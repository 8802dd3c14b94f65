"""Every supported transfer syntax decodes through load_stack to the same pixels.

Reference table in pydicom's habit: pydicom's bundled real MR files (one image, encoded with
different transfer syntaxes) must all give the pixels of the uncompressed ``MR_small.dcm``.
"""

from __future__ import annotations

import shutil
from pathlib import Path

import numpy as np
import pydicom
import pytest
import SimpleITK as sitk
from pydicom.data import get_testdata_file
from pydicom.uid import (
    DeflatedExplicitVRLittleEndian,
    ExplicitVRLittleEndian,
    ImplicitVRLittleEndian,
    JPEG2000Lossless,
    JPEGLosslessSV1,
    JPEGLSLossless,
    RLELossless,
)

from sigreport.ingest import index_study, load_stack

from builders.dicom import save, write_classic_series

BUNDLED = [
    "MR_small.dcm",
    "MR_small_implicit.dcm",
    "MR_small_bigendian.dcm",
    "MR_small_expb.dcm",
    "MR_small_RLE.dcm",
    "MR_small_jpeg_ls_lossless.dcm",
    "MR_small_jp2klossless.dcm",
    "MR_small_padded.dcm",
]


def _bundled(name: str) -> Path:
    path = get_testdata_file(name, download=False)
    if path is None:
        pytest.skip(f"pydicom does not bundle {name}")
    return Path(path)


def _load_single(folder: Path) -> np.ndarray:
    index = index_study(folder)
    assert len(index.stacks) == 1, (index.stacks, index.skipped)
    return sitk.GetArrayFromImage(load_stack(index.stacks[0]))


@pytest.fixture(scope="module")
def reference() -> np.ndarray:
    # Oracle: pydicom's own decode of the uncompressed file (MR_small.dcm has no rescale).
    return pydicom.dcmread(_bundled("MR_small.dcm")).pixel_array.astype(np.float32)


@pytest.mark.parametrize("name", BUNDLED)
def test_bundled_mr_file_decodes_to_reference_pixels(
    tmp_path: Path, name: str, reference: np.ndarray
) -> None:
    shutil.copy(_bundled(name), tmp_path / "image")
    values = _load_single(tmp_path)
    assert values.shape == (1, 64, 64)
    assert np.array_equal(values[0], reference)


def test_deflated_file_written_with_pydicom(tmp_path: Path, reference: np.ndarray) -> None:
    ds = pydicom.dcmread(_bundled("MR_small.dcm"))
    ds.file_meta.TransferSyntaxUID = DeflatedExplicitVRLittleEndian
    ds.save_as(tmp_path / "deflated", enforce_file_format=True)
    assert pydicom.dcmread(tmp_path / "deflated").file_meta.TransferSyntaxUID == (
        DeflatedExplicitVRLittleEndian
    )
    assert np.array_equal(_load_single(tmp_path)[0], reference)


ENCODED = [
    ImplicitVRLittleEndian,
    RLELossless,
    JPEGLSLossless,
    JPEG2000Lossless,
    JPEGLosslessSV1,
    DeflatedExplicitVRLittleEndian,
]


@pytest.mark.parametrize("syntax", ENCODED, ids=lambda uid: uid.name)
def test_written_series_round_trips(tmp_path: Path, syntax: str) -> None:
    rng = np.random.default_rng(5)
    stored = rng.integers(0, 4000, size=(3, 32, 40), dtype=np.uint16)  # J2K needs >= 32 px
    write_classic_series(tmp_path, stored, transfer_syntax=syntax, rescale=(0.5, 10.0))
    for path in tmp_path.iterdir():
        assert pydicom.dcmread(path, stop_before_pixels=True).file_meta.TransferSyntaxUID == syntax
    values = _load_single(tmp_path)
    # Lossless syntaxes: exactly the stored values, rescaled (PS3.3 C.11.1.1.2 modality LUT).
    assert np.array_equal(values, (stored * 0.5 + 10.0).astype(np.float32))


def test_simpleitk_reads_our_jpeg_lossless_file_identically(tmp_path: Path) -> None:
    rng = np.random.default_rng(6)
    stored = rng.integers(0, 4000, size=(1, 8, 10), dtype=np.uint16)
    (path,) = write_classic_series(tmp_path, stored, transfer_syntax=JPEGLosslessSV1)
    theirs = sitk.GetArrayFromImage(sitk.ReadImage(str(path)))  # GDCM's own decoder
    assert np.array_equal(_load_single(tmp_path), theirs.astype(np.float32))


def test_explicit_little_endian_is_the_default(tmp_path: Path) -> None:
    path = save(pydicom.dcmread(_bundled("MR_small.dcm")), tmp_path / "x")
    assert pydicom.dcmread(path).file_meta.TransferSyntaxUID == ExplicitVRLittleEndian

- - - - -

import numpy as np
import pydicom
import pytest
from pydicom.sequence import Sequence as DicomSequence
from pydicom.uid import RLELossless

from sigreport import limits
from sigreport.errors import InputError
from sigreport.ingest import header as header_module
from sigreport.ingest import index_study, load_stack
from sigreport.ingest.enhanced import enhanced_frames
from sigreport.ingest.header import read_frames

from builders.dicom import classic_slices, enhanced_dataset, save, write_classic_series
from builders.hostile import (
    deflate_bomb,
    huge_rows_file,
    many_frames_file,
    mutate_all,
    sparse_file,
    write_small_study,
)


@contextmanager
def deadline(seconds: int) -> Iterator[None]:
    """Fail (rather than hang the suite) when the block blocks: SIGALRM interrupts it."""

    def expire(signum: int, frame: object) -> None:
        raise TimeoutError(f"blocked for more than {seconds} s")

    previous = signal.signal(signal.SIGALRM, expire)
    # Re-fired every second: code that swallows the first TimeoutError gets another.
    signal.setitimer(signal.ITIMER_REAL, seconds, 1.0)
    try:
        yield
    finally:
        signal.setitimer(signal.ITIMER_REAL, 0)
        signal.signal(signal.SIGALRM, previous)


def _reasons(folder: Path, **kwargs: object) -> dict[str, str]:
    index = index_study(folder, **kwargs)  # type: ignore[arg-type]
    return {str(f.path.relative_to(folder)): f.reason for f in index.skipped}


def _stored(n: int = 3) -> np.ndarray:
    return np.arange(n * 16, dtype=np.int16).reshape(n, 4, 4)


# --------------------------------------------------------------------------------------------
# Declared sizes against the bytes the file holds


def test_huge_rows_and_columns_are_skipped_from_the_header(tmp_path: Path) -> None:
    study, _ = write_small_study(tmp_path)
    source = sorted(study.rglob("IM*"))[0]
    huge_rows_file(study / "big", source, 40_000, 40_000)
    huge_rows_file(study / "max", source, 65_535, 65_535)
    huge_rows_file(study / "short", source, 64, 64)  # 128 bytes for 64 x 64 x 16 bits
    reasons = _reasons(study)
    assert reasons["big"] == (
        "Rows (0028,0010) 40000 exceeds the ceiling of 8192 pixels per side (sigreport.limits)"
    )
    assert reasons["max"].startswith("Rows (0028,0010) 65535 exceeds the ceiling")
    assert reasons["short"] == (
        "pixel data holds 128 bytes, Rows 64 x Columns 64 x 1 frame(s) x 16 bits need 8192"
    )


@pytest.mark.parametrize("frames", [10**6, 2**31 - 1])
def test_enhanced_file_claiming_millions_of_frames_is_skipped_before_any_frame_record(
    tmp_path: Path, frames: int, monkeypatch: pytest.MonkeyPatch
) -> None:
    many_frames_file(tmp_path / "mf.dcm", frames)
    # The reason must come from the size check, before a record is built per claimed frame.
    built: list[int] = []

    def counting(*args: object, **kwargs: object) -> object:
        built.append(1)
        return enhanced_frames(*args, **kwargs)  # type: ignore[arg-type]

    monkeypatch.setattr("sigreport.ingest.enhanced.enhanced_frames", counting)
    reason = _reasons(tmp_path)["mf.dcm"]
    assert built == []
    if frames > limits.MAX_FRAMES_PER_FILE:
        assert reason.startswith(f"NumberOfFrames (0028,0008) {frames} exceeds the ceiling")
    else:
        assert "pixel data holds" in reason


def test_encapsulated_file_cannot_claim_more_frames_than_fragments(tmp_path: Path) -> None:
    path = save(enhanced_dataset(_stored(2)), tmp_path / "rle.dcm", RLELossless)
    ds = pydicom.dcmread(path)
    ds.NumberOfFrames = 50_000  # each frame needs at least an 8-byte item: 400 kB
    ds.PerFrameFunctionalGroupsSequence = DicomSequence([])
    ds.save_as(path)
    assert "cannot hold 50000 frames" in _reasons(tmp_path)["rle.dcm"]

- - - - -

- [What this task involves]
Would you report every line of the entries above containing the word "dtype"?

- [Your response]
    stored = rng.integers(0, 4000, size=(3, 32, 40), dtype=np.uint16)  # J2K needs >= 32 px
    stored = rng.integers(0, 4000, size=(1, 8, 10), dtype=np.uint16)
    return np.arange(n * 16, dtype=np.int16).reshape(n, 4, 4)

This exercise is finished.